A recycling regime where 95 per cent of waste is handled informally, where compliance certificates are routinely forged, and where children are dying young in toxic workshops is not a circular economy — it is a circular failure.
And a consumer market where one in four buyers visits a service centre within months of purchase, where counterfeit phones still cause fires and electrocutions, and where the Right to Repair remains a policy aspiration is not a mature market — it is one still growing its regulatory spine.
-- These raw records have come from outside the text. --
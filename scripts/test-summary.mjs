#!/usr/bin/env node
// Prints the closing line of a test run, `N passed, N failed`, from vitest's JSON report, and
// fails when no test ran (a run that executes nothing must not look green).
import { readFileSync } from 'node:fs';

const report = JSON.parse(readFileSync(new URL('../test-results/vitest.json', import.meta.url), 'utf8'));
const { numPassedTests: passed, numFailedTests: failed, numPendingTests: skipped, numTotalTests: total } = report;
console.log(`${passed} passed, ${failed} failed${skipped ? `, ${skipped} skipped` : ''}`);
if (total === 0) {
  console.error('no test ran');
  process.exit(1);
}
if (failed > 0 || !report.success) process.exit(1);
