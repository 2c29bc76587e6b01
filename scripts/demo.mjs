#!/usr/bin/env node
// Demo until the command-line tool lands: counts the bundled, INVENTED trailer-axle history
// (fixtures/demo/trailer-axle-fillet.csv) and prints its largest cycles and a range-mean matrix.
import { readFileSync } from 'node:fs';
import { RangeMeanMatrix, rainflow, rangeSpectrum } from '@loopwise/rainflow';

const file = new URL('../fixtures/demo/trailer-axle-fillet.csv', import.meta.url);
const text = readFileSync(file, 'utf8').split(/\r?\n/);
const values = [];
text.forEach((line, i) => {
  if (line === '' || line.startsWith('#') || line.startsWith('time_s')) return;
  const v = Number(line.split(',')[1]);
  if (!Number.isFinite(v)) throw new Error(`${file.pathname}:${i + 1}: column 2 is not a number: ${JSON.stringify(line)}`);
  values.push(v);
});
const history = Float64Array.from(values);

const matrix = new RangeMeanMatrix({ range: { count: 9, min: 0, max: 1800 }, mean: { count: 8, min: -200, max: 600 } });
const result = rainflow(history, { gateFraction: 0.02, residue: 'half' });
result.cycles.replayInto(matrix);
const c = result.cycles.columns();

const out = [];
out.push('loopwise demo: rainflow count of an INVENTED strain history (not a measurement)');
out.push('scenario: strain gauge at the shoulder fillet of a loaded utility-trailer axle, rough farm track, 60 s at 200 Hz');
out.push('');
out.push(`samples ${result.sampleCount}, turning points ${result.turningPointCount}, gate ${result.gate.toFixed(1)} µε (2 % of the largest range) removed ${result.removedReversals} reversals`);
out.push(`cycles: ${result.cycles.totalCount()} (full and half), residue of ${result.residue.values.length} turning points counted as half cycles (ASTM E1049-85 5.4.4)`);
out.push('');
out.push('largest ten cycles (µε):');
out.push('  range    mean     from      to   count  from sample  to sample');
const order = Array.from({ length: c.range.length }, (_, i) => i).sort((a, b) => c.range[b] - c.range[a]).slice(0, 10);
for (const i of order) {
  out.push(
    `${c.range[i].toFixed(1).padStart(7)} ${c.mean[i].toFixed(1).padStart(7)} ${c.from[i].toFixed(1).padStart(8)} ${c.to[i].toFixed(1).padStart(7)} ${String(c.count[i]).padStart(7)} ${String(c.startIndex[i]).padStart(12)} ${String(c.endIndex[i]).padStart(10)}`,
  );
}
out.push('');
out.push('range-mean matrix (cycles; rows: range bins in µε, columns: mean bins in µε):');
const head = ['range \\ mean'.padEnd(13)];
for (let j = 0; j < matrix.columns; j++) head.push(`${matrix.columnEdges[j]}..${matrix.columnEdges[j + 1]}`.padStart(10));
out.push(head.join(''));
for (let i = matrix.rows - 1; i >= 0; i--) {
  const row = [`${matrix.rowEdges[i]}..${matrix.rowEdges[i + 1]}`.padEnd(13)];
  for (let j = 0; j < matrix.columns; j++) {
    const v = matrix.at(i, j);
    row.push((v === 0 ? '.' : String(v)).padStart(10));
  }
  out.push(row.join(''));
}
out.push(`outside the bins: ${matrix.outside.count} cycles`);
const s = rangeSpectrum(result.cycles);
out.push('');
out.push(`range exceedance: ${s.exceedances[0]} cycle(s) at ${s.range[0].toFixed(1)} µε or more, ${s.exceedances[s.exceedances.length - 1]} at ${s.range[s.range.length - 1].toFixed(1)} µε or more`);
out.push('');
out.push('Caution: cycle counts are the first step of a fatigue estimate, not a life. Life estimates carry');
out.push('large scatter; validate by test, apply scatter factors, and follow the applicable design codes and');
out.push('licensed engineering review for safety-critical parts.');
console.log(out.join('\n'));
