// maxCardModes caps the modes listed on a hit card.
const maxCardModes = 5

// groupReasons lists each reason code of a hit once, with its first
// message and the number of further findings of the same code.
func groupReasons(rs []pipeline.Reason) []reasonLine {
	var out []reasonLine
	idx := map[string]int{}
	for _, r := range rs {
		if i, ok := idx[r.Code]; ok {
			out[i].More++
			continue
		}
		idx[r.Code] = len(out)
		out = append(out, reasonLine{Code: r.Code, Severity: string(r.Severity), Message: r.Message})
	}
	return out
}

// spoiledCards lists the day's flagged and rejected hits and draws their
// decays, re-reading the files in parallel.
func spoiledCards(ctx context.Context, src Source, hits []db.Hit, since, until time.Time, opt DailyOptions) ([]hitCard, int, int, error) {
	loc := since.Location()
	var cards []hitCard
	for _, h := range hits {
		if h.Result.Verdict != pipeline.Flagged && h.Result.Verdict != pipeline.Rejected {
			continue
		}
		c := hitCard{File: baseName(h.Path), Path: h.Path, Time: h.Meta.HitTime.In(loc).Format("15:04:05"),
			Verdict: string(h.Result.Verdict), hit: h, paths: []string{h.Path}}
		var where []string
		for _, kv := range [][2]string{{"bay", h.Meta.Bay}, {"", h.Meta.Prototype}, {"revision", h.Meta.Revision},
			{"point", h.Meta.Point}, {"direction", h.Meta.Direction}} {
			if kv[1] != "" {
				where = append(where, strings.TrimSpace(kv[0]+" "+kv[1]))
			}
		}
		c.Where = strings.Join(where, " · ")
		c.Reasons = groupReasons(h.Result.Reasons)
		for i, m := range h.Result.Modes {
			if i == maxCardModes && len(h.Result.Modes) > maxCardModes+1 {
				c.Modes = append(c.Modes, fmt.Sprintf("and %d more", len(h.Result.Modes)-i))
				break
			}
			s := fmt.Sprintf("%d: %s Hz, ζ %s %% (%s)", i+1, Hz(m.FrequencyHz), Pct(m.DampingRatio), PctInterval(m.DampingRatioCI))
			if m.Label != "" {
				s = m.Label + " " + s
			}
			if m.Dropped {
				s += ", dropped"
			}
			c.Modes = append(c.Modes, s)
		}
		if len(c.Modes) == 0 {
			c.Modes = []string{"no mode found"}
		}
		c.wantPlot = len(cards) < opt.MaxDecayPlots
		if !c.wantPlot {
			c.NoPlot = fmt.Sprintf("Not plotted: the page draws the first %d flagged or rejected hits.", opt.MaxDecayPlots)
		}
		if opt.Read != nil {
			c.read = opt.Read(h)
		}
		c.maxSize = opt.MaxFileSize
		cards = append(cards, c)
	}
	if len(cards) == 0 {
		return nil, 0, 0, nil
	}
	// The other paths the same bytes were seen under, in case the first
	// is gone.
	files, err := src.StoredFiles(ctx, db.Filter{Since: since, Until: until,
		Verdicts: []pipeline.Verdict{pipeline.Flagged, pipeline.Rejected}})
	if err != nil {
		return nil, 0, 0, err
	}
	others := map[int64][]string{}
	for _, f := range files {
		others[f.HitID] = f.Others
	}
	work := make(chan int)
	var wg sync.WaitGroup
	for range max(1, runtime.GOMAXPROCS(0)) {
		wg.Add(1)
		go func() {
			defer wg.Done()
			for i := range work {
				c := &cards[i]
				c.paths = append(c.paths, others[c.hit.ID]...)
				drawCard(ctx, c)
			}
		}()
	}
	for i := range cards {
		if cards[i].wantPlot {
			work <- i
		}
	}
	close(work)
	wg.Wait()
	if err := ctx.Err(); err != nil {
		return nil, 0, 0, err
	}
	plotted, unplotted := 0, 0
	for _, c := range cards {
		if c.Plot != "" {
			plotted++
		} else if c.wantPlot {
			unplotted++
		}
	}
	return cards, plotted, unplotted, nil
}

// drawCard re-reads the hit's file, checks that it is the recorded
// content, re-analyses it and draws the decay, or says why not.
func drawCard(ctx context.Context, c *hitCard) {
	if ctx.Err() != nil {
		return
	}
	var data []byte
	var path string
	var gone, changed []string
	for _, p := range c.paths {
		b, err := read.ReadRegular(ctx, p, c.maxSize)
		if errors.Is(err, fs.ErrNotExist) {
			gone = append(gone, p)
			continue
		}
		if err != nil {
			c.NoPlot = fmt.Sprintf("The file cannot be read now: %v", err)
			return
		}
		sum := sha256.Sum256(b)
		if !strings.EqualFold(hex.EncodeToString(sum[:]), c.hit.SHA256) {
			changed = append(changed, p)
			continue
		}
		data, path = b, p
		break
	}
	if data == nil {
		switch {
		case len(changed) > 0:
			c.NoPlot = fmt.Sprintf("The file at %s has changed since it was recorded (its content hash differs), so its decay is not drawn.", changed[0])
		default:
			c.NoPlot = fmt.Sprintf("The file is no longer at %s, so its decay cannot be drawn.", strings.Join(gone, " or "))
		}
		return
	}
	if path != c.hit.Path {
		c.Note = "Read from " + path + ", a copy with the same content."
	}
	rec, err := read.Data(path, data, c.read)
	if err != nil {
		c.NoPlot = fmt.Sprintf("The file cannot be read now: %v", err)
		return
	}
	tr, err := newTrace(rec, c.hit.Result)
	if err != nil {
		c.NoPlot = err.Error()
		return
	}
	svg, err := decaySVG(tr, "decay of "+c.File)
	if err != nil {
		c.NoPlot = err.Error()
		return
	}
	c.Plot = svg
}

// baseName is the last element of a slash or backslash path (hit paths
// may come from either system).
func baseName(p string) string {
	if i := strings.LastIndexAny(p, `/\`); i >= 0 {
		return p[i+1:]
	}
	return p
}
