//go:build ignore

// gen writes the quality-rule test hits of testdata/rules: small CSV
// files made with pipeline/synth, one that must raise each rule's reason
// code and one that must not. Run it once from the repository root:
//
//	go run ./testdata/rules/gen.go
//
// The files are committed; README.md beside them lists each file, how it
// was made and what it must raise. Every hit is 1 s at 4000 Hz (a time
// step of exactly 0.00025 s, so the time column is exact in 5 decimals),
// with a force column in N and an acceleration column in m/s^2.
package main

import (
	"bufio"
	"fmt"
	"log"
	"os"
	"path/filepath"
	"strconv"

	"github.com/ringlog/ringlog/pipeline/synth"
)

const (
	fs       = 4000.0 // Hz
	duration = 1.0    // s
	lead     = 0.05   // s of quiet record before the hit
	snrDB    = 40     // peak signal-to-noise ratio of the response
)

// base is the ordinary good hit the others vary: one mode at 60 Hz with
// 1 % damping and 20 m/s^2, a 1 ms half-sine blow of 200 N.
func base(seed uint64, modes ...synth.Mode) synth.Hit {
	if len(modes) == 0 {
		modes = []synth.Mode{{FrequencyHz: 60, DampingRatio: 0.01, Amplitude: 20}}
	}
	return synth.Hit{
		SampleRate: fs, Duration: duration, PreTrigger: lead, Modes: modes,
		NoiseSD: synth.NoiseForSNR(modes, snrDB), Seed: seed,
		PulseWidth: 0.001, PulsePeak: 200,
	}
}

type file struct {
	name string
	meta [][2]string
	hit  synth.Hit
}

func main() {
	dir := filepath.Join("testdata", "rules")
	if _, err := os.Stat(dir); err != nil {
		log.Fatalf("run from the repository root: %v", err)
	}
	var files []file
	add := func(name string, h synth.Hit, meta ...[2]string) {
		files = append(files, file{name: name, meta: meta, hit: h})
	}
	single := [2]string{"expect_single_mode", "true"}

	// Shared good references.
	add("good-ok.csv", base(1))
	add("good-multi-ok.csv", base(2,
		synth.Mode{FrequencyHz: 45, DampingRatio: 0.012, Amplitude: 15},
		synth.Mode{FrequencyHz: 210, DampingRatio: 0.008, Amplitude: 10, Phase: 0.4},
		synth.Mode{FrequencyHz: 640, DampingRatio: 0.005, Amplitude: 6, Phase: 1.1}))

	// clipped: the amplifier saturates at 12 m/s^2 (60 % of the first peak).
	h := base(3)
	h.ClipLevel = 12
	add("clipping-bad.csv", h)

	// double_strike: the hammer bounces back 30 ms later with 40 % of the blow.
	h = base(4)
	h.DoubleHitDelay, h.DoubleHitScale = 0.030, 0.4
	add("double-strike-bad.csv", h)
	h = base(5)
	h.DoubleHitDelay, h.DoubleHitScale = 0.030, 0.06 // under the 10 % rise threshold
	add("double-strike-ok.csv", h)

	// under_excited: a 900 Hz mode beside the 60 Hz one; a soft tip (4 ms
	// pulse) leaves it ~40 dB down, a hard one (0.5 ms) excites it.
	two := []synth.Mode{
		{FrequencyHz: 60, DampingRatio: 0.01, Amplitude: 20},
		{FrequencyHz: 900, DampingRatio: 0.005, Amplitude: 8},
	}
	h = base(6, two...)
	h.PulseWidth = 0.004
	add("excitation-bad.csv", h)
	h = base(7, two...)
	h.PulseWidth = 0.0005
	add("excitation-ok.csv", h)

	// short_decay: a 3.5 Hz mode gives at most 3.3 cycles in the 0.95 s
	// after the hit; at 12 Hz there are 11 (damped 4 %, so that it decays
	// within the record like the 60 Hz reference: the same sigma, 3.0 1/s).
	add("short-decay-bad.csv", base(8, synth.Mode{FrequencyHz: 3.5, DampingRatio: 0.01, Amplitude: 20}))
	add("short-decay-ok.csv", base(9, synth.Mode{FrequencyHz: 12, DampingRatio: 0.04, Amplitude: 20}))

	// mixed_modes: one mode meant, a second of equal amplitude carries
	// ~40 % of the energy; at a tenth of the amplitude, under 1 %.
	add("several-modes-bad.csv", base(10,
		synth.Mode{FrequencyHz: 60, DampingRatio: 0.01, Amplitude: 20},
		synth.Mode{FrequencyHz: 150, DampingRatio: 0.006, Amplitude: 20, Phase: 0.5}), single)
	add("several-modes-ok.csv", base(11,
		synth.Mode{FrequencyHz: 60, DampingRatio: 0.01, Amplitude: 20},
		synth.Mode{FrequencyHz: 150, DampingRatio: 0.006, Amplitude: 2, Phase: 0.5}), single)

	// beating_modes: 2.5 Hz apart at 100 Hz (half-power bandwidth 1 Hz),
	// against 15 Hz apart.
	add("close-modes-bad.csv", base(12,
		synth.Mode{FrequencyHz: 100, DampingRatio: 0.005, Amplitude: 10},
		synth.Mode{FrequencyHz: 102.5, DampingRatio: 0.005, Amplitude: 10, Phase: 1}))
	add("close-modes-ok.csv", base(13,
		synth.Mode{FrequencyHz: 100, DampingRatio: 0.005, Amplitude: 10},
		synth.Mode{FrequencyHz: 115, DampingRatio: 0.005, Amplitude: 10, Phase: 1}))

	// friction_decay: the envelope falls linearly by 25 m/s^2 per second
	// (to zero at 0.8 s after the hit) instead of exponentially.
	h = base(14)
	h.Friction = 25
	add("non-viscous-bad.csv", h)

	// no_decay: the accelerometer cable is unplugged: noise only, with the
	// blow on the force channel.
	h = base(15)
	h.Modes = nil
	h.NoiseSD = 0.05
	add("no-decay-bad.csv", h)

	// pre_ringing: the structure rings at its mode with 10 % of the hit's
	// amplitude from the start of the record (and on through it).
	h = base(16)
	h.PreTrigger = 0.1
	h.RingingBefore = 2
	add("pre-trigger-bad.csv", h)

	// no_lead_in: the hit falls on the first sample.
	h = base(17)
	h.PreTrigger = 0
	add("no-lead-in-bad.csv", h)

	for _, f := range files {
		path := filepath.Join(dir, f.name)
		if err := write(path, f); err != nil {
			log.Fatal(err)
		}
		st, err := os.Stat(path)
		if err != nil {
			log.Fatal(err)
		}
		fmt.Printf("%-24s %7d bytes\n", f.name, st.Size())
	}
}

// write stores one hit: metadata lines, a header, then time, force and
// acceleration with 6 significant digits.
func write(path string, f file) (err error) {
	out, err := os.Create(path)
	if err != nil {
		return err
	}
	defer func() {
		if cerr := out.Close(); err == nil {
			err = cerr
		}
	}()
	w := bufio.NewWriter(out)
	fmt.Fprintf(w, "# source: synthetic hit, testdata/rules/gen.go\n")
	for _, kv := range f.meta {
		fmt.Fprintf(w, "# %s: %s\n", kv[0], kv[1])
	}
	fmt.Fprintf(w, "time [s],force [N],accel [m/s^2]\n")
	x := f.hit.Response()
	force := f.hit.Force()
	for i := range x {
		fv := 0.0
		if force != nil {
			fv = force[i]
		}
		fmt.Fprintf(w, "%.5f,%s,%s\n", float64(i)/fs, num(fv), num(x[i]))
	}
	if err := w.Flush(); err != nil {
		return fmt.Errorf("%s: %w", path, err)
	}
	return nil
}

func num(v float64) string { return strconv.FormatFloat(v, 'g', 6, 64) }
The good news is that the pieces for genuine progress exist. The kabadiwala network, rather than being criminalised, could be formalised as registered aggregators — bringing informal workers into a system with safety protections, fair wages, and legal accountability. Urban mining, properly organised, could supply India’s critical mineral needs while creating hundreds of thousands of formal jobs.
Deeper component localisation, if the semiconductor mission delivers, could finally shift India from box-builder to genuine technology manufacturer.
India has proven it can build the factories. The harder question whether it can build the institutions, the enforcement, and the political will to make manufacturing truly sustainable is the one that 2026 forces it to answer.